━━━━━ DATA EXTRACTS ━━━━━

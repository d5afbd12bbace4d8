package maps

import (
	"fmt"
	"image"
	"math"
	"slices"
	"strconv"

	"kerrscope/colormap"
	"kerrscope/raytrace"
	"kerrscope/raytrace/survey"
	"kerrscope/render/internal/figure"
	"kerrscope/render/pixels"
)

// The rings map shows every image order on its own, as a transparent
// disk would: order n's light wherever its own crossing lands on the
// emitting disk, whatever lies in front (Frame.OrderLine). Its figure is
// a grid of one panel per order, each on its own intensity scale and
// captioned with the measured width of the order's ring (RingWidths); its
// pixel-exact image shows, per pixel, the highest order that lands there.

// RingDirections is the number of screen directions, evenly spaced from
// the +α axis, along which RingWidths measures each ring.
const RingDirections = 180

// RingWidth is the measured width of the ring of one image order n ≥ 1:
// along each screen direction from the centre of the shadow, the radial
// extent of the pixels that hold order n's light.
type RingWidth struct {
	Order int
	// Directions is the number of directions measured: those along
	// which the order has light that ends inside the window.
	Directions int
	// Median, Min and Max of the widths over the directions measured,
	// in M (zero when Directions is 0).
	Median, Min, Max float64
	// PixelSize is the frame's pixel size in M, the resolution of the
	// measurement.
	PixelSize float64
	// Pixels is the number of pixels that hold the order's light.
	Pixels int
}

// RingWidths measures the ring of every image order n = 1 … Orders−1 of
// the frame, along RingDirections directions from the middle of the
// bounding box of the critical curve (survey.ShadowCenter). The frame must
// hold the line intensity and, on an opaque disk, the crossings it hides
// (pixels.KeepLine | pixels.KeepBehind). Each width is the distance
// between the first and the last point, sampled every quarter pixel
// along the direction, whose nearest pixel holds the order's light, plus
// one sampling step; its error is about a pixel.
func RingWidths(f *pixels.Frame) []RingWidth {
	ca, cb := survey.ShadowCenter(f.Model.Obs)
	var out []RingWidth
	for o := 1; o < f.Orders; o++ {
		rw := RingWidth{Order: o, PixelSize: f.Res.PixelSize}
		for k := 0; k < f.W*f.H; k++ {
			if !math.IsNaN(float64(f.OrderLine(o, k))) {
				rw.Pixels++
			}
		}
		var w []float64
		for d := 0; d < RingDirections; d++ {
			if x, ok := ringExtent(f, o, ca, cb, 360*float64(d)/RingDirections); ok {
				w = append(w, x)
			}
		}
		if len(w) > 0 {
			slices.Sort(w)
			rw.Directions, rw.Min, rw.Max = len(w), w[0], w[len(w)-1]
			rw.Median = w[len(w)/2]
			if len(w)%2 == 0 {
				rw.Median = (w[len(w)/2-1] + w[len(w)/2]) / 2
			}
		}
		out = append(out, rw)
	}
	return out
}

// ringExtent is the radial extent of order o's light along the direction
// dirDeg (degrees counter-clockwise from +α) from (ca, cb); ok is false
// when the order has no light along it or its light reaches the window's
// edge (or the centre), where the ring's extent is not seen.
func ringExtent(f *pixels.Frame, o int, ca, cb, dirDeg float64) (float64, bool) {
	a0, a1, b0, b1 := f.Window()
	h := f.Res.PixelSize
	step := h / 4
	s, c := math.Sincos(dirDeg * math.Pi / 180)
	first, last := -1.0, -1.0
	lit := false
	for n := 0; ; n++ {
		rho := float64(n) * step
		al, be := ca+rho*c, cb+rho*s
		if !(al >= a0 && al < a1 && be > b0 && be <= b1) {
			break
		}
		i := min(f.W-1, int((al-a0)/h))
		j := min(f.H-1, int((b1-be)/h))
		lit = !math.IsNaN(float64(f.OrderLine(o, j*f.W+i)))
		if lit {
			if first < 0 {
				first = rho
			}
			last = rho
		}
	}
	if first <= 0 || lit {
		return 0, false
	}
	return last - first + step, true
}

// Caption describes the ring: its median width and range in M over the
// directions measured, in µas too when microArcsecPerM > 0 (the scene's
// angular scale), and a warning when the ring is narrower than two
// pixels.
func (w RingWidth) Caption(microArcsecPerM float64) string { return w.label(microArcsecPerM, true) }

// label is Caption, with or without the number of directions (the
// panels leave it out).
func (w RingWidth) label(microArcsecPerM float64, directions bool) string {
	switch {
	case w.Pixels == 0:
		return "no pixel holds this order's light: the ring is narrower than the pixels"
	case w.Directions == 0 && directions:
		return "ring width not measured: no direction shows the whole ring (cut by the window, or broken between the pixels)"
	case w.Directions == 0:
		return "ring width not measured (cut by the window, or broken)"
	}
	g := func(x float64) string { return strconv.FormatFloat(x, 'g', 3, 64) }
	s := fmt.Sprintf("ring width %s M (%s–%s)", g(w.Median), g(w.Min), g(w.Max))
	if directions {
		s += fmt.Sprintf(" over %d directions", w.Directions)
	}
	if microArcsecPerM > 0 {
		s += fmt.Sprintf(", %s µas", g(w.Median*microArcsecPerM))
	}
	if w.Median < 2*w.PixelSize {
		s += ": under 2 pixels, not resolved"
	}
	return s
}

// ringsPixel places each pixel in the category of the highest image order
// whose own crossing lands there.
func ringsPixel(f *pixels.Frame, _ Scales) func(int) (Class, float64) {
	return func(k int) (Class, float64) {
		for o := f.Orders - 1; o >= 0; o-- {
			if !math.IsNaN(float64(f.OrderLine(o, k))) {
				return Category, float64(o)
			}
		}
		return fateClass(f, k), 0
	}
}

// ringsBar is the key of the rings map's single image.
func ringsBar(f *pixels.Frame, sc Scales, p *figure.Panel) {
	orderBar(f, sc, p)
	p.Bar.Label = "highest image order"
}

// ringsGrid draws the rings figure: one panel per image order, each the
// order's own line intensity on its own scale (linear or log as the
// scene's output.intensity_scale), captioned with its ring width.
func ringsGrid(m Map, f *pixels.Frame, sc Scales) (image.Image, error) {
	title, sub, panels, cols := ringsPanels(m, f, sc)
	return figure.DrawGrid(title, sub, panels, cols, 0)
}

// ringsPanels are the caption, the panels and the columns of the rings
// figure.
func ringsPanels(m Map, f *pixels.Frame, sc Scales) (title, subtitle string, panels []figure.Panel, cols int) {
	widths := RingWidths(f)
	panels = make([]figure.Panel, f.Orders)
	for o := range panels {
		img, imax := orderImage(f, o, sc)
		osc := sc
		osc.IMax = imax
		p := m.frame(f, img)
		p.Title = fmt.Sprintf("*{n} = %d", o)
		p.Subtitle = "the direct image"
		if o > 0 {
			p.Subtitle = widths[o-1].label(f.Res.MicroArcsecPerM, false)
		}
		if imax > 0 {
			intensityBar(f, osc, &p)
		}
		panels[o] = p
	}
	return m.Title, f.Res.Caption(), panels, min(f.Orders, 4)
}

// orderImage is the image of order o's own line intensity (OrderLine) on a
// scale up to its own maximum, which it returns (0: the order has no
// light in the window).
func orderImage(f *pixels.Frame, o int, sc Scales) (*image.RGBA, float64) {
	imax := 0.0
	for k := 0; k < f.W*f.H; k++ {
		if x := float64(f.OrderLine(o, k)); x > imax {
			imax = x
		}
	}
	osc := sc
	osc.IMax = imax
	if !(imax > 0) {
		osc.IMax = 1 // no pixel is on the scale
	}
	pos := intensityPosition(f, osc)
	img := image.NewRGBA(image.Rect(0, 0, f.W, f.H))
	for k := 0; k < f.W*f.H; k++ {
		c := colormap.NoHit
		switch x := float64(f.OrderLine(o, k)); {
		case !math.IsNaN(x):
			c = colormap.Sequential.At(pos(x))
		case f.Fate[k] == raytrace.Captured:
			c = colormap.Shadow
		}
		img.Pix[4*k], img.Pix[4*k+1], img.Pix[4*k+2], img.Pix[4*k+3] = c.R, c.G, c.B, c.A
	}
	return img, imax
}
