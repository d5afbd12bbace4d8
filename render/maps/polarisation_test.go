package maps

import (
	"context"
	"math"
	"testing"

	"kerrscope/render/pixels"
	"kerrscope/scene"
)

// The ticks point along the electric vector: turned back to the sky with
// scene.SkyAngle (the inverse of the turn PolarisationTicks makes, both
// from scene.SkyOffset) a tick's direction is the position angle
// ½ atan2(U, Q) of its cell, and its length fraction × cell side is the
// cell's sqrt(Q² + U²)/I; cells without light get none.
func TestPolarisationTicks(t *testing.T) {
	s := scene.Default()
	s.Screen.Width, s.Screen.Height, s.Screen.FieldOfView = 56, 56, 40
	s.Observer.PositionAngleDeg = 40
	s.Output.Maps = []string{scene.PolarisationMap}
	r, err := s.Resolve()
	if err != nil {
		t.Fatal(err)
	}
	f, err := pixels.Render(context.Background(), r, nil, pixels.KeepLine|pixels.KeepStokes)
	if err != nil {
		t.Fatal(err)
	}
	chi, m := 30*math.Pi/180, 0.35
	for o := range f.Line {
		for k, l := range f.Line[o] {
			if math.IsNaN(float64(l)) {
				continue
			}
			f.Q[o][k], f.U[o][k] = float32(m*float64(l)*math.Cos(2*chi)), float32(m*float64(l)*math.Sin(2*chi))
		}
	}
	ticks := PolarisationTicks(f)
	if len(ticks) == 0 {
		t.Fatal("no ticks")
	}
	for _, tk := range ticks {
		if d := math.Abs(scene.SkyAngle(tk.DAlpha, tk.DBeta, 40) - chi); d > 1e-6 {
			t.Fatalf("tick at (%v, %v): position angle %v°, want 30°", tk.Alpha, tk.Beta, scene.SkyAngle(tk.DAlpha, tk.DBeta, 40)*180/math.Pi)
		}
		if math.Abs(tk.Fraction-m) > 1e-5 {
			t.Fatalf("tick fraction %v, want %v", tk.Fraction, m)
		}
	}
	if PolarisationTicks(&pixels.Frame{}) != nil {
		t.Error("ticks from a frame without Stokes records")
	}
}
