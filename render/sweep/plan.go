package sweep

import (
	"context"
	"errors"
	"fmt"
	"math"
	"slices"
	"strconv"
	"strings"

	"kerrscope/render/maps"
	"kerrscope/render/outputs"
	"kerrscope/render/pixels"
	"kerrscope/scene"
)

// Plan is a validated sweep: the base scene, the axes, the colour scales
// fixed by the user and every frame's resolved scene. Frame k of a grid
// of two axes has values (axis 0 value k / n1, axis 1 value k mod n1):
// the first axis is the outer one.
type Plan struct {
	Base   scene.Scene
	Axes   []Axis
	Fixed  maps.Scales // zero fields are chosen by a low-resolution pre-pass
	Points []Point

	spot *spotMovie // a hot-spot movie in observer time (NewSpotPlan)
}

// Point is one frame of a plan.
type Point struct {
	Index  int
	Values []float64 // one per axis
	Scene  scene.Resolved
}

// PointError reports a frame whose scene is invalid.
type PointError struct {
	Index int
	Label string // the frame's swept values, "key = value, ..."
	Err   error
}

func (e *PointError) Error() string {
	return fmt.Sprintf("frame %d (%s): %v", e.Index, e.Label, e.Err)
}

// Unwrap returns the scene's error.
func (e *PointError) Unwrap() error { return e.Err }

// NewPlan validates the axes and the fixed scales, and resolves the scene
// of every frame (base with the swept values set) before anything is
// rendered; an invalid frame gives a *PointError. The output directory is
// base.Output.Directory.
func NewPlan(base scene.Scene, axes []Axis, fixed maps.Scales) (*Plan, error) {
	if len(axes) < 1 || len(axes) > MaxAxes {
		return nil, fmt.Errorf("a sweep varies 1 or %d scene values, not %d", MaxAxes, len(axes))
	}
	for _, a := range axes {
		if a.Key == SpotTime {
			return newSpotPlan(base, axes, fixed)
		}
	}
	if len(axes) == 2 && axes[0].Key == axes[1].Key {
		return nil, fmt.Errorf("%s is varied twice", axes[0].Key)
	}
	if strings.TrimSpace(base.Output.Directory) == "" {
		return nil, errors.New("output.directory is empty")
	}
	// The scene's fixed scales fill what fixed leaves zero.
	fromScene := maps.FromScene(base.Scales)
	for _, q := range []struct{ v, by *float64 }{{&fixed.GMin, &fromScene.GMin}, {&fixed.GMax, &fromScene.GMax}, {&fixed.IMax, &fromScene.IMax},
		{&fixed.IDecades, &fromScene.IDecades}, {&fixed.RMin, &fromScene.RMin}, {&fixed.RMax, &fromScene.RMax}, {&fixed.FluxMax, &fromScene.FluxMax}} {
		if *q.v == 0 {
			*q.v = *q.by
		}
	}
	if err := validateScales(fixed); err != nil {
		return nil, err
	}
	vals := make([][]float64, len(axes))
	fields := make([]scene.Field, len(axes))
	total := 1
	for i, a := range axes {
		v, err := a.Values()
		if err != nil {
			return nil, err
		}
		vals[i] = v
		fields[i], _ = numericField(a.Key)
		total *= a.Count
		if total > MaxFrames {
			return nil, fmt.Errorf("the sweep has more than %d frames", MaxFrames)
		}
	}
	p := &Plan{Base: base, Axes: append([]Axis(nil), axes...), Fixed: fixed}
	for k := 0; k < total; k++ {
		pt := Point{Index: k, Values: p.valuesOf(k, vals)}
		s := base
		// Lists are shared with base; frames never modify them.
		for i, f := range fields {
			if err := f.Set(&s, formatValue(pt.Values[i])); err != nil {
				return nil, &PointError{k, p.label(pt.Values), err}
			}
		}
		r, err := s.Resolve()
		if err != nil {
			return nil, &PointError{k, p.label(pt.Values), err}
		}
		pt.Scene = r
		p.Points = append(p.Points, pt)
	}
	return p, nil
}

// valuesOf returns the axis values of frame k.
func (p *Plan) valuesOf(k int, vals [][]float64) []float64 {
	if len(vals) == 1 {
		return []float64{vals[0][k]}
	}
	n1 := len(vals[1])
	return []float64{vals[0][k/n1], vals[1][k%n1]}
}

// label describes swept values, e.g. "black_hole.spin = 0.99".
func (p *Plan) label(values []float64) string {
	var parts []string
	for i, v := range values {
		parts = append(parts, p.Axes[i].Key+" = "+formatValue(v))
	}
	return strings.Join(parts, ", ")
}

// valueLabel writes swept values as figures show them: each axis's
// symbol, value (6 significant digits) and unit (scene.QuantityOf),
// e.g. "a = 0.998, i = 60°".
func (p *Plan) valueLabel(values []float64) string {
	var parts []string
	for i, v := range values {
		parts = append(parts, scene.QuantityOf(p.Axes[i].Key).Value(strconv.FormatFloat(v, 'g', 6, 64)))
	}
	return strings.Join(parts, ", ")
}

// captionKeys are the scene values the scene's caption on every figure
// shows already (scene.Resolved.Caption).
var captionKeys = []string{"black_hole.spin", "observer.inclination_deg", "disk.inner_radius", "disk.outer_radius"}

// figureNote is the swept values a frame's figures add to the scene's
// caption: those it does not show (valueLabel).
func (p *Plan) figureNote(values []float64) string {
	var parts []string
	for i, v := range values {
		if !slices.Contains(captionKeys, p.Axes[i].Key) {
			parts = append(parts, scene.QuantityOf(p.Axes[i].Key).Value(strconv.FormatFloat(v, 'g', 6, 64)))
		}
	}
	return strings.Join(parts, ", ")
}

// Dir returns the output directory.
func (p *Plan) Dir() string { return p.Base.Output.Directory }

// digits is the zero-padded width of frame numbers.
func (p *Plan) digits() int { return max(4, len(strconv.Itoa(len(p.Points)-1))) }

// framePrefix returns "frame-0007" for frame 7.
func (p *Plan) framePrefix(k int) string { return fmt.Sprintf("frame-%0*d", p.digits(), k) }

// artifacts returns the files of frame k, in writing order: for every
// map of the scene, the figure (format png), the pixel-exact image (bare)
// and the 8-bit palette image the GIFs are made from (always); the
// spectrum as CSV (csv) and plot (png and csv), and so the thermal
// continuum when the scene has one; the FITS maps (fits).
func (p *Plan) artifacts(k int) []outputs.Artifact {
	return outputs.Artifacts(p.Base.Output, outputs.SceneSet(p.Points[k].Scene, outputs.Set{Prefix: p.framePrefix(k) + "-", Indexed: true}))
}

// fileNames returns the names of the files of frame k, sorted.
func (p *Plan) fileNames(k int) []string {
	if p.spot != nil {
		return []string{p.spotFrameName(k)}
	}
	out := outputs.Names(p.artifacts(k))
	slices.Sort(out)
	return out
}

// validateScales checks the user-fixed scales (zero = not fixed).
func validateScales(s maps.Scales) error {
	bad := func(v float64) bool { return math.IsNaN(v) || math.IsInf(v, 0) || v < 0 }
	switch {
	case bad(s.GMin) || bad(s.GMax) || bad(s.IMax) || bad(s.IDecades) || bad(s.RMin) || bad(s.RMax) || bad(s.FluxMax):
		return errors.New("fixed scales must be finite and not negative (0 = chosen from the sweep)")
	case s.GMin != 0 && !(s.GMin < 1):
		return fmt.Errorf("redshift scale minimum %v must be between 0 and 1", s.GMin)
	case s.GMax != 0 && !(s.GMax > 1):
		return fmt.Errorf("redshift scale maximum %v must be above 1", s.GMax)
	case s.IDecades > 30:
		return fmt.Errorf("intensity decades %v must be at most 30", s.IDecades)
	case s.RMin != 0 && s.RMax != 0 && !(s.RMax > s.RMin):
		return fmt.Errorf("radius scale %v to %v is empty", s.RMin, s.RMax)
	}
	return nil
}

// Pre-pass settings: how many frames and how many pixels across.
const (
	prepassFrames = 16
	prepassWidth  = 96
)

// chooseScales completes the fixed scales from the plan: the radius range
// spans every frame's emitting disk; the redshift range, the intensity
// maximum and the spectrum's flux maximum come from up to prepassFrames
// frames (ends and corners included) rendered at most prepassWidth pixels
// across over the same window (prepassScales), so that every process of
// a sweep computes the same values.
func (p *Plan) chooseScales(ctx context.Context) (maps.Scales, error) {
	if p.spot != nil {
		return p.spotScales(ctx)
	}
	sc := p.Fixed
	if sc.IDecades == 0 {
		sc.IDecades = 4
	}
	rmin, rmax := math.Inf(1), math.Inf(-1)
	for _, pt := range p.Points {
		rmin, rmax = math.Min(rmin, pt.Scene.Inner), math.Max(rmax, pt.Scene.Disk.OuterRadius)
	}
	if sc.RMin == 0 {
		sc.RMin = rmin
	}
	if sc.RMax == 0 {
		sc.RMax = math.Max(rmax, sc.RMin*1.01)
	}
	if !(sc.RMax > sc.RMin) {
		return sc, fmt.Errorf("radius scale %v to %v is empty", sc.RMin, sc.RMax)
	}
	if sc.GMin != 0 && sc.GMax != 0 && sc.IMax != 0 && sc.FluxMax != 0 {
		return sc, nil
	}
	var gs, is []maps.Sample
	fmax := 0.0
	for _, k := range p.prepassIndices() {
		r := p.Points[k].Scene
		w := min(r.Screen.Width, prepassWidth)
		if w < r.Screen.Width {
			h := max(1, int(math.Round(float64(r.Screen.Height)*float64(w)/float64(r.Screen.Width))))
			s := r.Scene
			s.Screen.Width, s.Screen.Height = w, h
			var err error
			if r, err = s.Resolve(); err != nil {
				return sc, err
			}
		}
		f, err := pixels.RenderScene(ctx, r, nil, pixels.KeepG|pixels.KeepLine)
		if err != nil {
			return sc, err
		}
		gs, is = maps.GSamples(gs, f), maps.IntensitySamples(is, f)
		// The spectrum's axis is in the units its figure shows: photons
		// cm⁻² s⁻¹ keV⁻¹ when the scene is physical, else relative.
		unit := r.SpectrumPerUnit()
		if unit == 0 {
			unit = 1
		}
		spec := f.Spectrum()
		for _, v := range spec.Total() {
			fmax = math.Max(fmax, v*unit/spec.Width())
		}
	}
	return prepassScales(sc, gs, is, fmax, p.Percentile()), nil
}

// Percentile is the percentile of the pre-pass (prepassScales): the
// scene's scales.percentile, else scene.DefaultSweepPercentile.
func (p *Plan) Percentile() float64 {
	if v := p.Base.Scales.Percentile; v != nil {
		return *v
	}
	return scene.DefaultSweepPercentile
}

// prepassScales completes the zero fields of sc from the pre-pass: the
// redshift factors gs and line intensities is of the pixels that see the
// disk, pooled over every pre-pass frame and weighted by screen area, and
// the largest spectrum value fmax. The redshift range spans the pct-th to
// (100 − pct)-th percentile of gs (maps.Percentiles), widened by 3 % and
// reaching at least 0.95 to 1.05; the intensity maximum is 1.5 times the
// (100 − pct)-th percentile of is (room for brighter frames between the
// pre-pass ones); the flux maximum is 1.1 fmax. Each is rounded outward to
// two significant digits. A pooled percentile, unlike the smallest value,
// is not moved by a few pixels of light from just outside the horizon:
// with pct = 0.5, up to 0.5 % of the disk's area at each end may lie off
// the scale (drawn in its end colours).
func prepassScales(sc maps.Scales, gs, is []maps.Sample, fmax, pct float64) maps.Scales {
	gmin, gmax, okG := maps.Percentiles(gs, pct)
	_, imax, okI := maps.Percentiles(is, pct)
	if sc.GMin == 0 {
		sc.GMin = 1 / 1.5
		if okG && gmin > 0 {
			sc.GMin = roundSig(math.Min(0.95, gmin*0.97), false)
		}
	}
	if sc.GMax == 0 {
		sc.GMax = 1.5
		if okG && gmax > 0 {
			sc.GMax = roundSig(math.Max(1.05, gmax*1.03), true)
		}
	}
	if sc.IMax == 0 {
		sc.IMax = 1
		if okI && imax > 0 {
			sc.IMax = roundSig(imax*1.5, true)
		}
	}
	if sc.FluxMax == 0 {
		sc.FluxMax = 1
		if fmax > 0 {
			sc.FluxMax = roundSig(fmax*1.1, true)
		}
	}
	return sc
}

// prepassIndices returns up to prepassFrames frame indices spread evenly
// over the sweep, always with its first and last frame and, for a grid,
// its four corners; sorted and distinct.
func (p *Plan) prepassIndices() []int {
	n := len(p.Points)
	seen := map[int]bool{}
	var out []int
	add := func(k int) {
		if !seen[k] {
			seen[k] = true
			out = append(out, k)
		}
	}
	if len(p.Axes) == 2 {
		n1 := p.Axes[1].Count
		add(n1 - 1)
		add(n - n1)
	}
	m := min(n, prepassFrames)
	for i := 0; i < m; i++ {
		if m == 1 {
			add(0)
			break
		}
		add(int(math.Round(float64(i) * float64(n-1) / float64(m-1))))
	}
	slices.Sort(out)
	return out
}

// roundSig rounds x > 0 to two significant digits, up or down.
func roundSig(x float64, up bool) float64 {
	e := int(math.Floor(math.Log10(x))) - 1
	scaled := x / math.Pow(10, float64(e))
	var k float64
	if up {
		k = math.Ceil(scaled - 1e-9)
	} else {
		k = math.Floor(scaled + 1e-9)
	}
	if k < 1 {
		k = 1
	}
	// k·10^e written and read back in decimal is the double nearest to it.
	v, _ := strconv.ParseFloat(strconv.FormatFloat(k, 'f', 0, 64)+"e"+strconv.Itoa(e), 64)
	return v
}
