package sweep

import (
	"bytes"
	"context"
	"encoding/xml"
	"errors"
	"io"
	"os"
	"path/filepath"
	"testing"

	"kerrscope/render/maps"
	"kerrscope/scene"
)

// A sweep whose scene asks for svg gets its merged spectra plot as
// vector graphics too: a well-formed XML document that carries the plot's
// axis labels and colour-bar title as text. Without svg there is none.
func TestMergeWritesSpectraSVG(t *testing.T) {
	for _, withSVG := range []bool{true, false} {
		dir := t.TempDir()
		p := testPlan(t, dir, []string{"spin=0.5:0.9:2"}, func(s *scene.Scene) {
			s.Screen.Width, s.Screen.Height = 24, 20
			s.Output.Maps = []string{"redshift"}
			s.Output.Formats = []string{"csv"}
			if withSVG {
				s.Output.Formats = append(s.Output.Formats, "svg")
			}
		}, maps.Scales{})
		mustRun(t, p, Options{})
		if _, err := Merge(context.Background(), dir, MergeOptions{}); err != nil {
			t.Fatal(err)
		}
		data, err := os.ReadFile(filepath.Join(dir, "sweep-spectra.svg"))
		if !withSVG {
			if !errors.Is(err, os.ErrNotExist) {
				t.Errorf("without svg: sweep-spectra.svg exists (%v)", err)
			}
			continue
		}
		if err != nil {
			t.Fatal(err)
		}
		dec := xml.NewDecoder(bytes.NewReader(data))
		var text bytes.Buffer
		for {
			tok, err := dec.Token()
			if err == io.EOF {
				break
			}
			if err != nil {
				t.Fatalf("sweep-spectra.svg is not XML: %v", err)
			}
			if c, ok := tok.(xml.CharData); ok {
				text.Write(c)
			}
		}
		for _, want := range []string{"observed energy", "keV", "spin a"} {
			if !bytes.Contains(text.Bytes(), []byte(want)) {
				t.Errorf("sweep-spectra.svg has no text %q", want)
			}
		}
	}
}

━━━━━

» INSTRUCTIONS FOR THE TASK: Once the line with "sc.RMin = rmin" is found in the records above, print exactly that line and every line after it through the line with "its end colours).".

» WRITTEN SOLUTION:
		sc.RMin = rmin
	}
	if sc.RMax == 0 {
		sc.RMax = math.Max(rmax, sc.RMin*1.01)
	}
	if !(sc.RMax > sc.RMin) {
		return sc, fmt.Errorf("radius scale %v to %v is empty", sc.RMin, sc.RMax)
	}
	if sc.GMin != 0 && sc.GMax != 0 && sc.IMax != 0 && sc.FluxMax != 0 {
		return sc, nil
	}
	var gs, is []maps.Sample
	fmax := 0.0
	for _, k := range p.prepassIndices() {
		r := p.Points[k].Scene
		w := min(r.Screen.Width, prepassWidth)
		if w < r.Screen.Width {
			h := max(1, int(math.Round(float64(r.Screen.Height)*float64(w)/float64(r.Screen.Width))))
			s := r.Scene
			s.Screen.Width, s.Screen.Height = w, h
			var err error
			if r, err = s.Resolve(); err != nil {
				return sc, err
			}
		}
		f, err := pixels.RenderScene(ctx, r, nil, pixels.KeepG|pixels.KeepLine)
		if err != nil {
			return sc, err
		}
		gs, is = maps.GSamples(gs, f), maps.IntensitySamples(is, f)
		// The spectrum's axis is in the units its figure shows: photons
		// cm⁻² s⁻¹ keV⁻¹ when the scene is physical, else relative.
		unit := r.SpectrumPerUnit()
		if unit == 0 {
			unit = 1
		}
		spec := f.Spectrum()
		for _, v := range spec.Total() {
			fmax = math.Max(fmax, v*unit/spec.Width())
		}
	}
	return prepassScales(sc, gs, is, fmax, p.Percentile()), nil
}

// Percentile is the percentile of the pre-pass (prepassScales): the
// scene's scales.percentile, else scene.DefaultSweepPercentile.
func (p *Plan) Percentile() float64 {
	if v := p.Base.Scales.Percentile; v != nil {
		return *v
	}
	return scene.DefaultSweepPercentile
}

// prepassScales completes the zero fields of sc from the pre-pass: the
// redshift factors gs and line intensities is of the pixels that see the
// disk, pooled over every pre-pass frame and weighted by screen area, and
// the largest spectrum value fmax. The redshift range spans the pct-th to
// (100 − pct)-th percentile of gs (maps.Percentiles), widened by 3 % and
// reaching at least 0.95 to 1.05; the intensity maximum is 1.5 times the
// (100 − pct)-th percentile of is (room for brighter frames between the
// pre-pass ones); the flux maximum is 1.1 fmax. Each is rounded outward to
// two significant digits. A pooled percentile, unlike the smallest value,
// is not moved by a few pixels of light from just outside the horizon:
// with pct = 0.5, up to 0.5 % of the disk's area at each end may lie off
// the scale (drawn in its end colours).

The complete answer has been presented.